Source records
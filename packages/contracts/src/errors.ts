import { z } from 'zod';

/** The finite list of error codes that cross the wire. */
export const errorCodes = [
  'bad_request',
  'validation_failed',
  'unauthenticated',
  'forbidden',
  'not_found',
  'conflict',
  'gone',
  'payload_too_large',
  'unsupported_media_type',
  'too_many_requests',
  'service_unavailable',
  'internal',
] as const;
export const errorCodeSchema = z.enum(errorCodes);
export type ErrorCode = z.infer<typeof errorCodeSchema>;

/** Every error response: `{ error: { code, message, details?, requestId? } }`. */
export const errorBodySchema = z.object({
  error: z.object({
    code: errorCodeSchema,
    message: z.string(),
    details: z.unknown().optional(),
    requestId: z.string().optional(),
  }),
});
export type ErrorBody = z.infer<typeof errorBodySchema>;

/** Field errors carried in `details` of a `validation_failed` error. */
export const fieldErrorSchema = z.object({ path: z.string(), message: z.string() });
export type FieldError = z.infer<typeof fieldErrorSchema>;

WHAT THE TASK ASKS ▸ What's needed is a word-for-word copy of the lines from the one holding "Field errors carried" through the final line of the data.

FINISHED TASK ▸
/** Field errors carried in `details` of a `validation_failed` error. */
export const fieldErrorSchema = z.object({ path: z.string(), message: z.string() });
export type FieldError = z.infer<typeof fieldErrorSchema>;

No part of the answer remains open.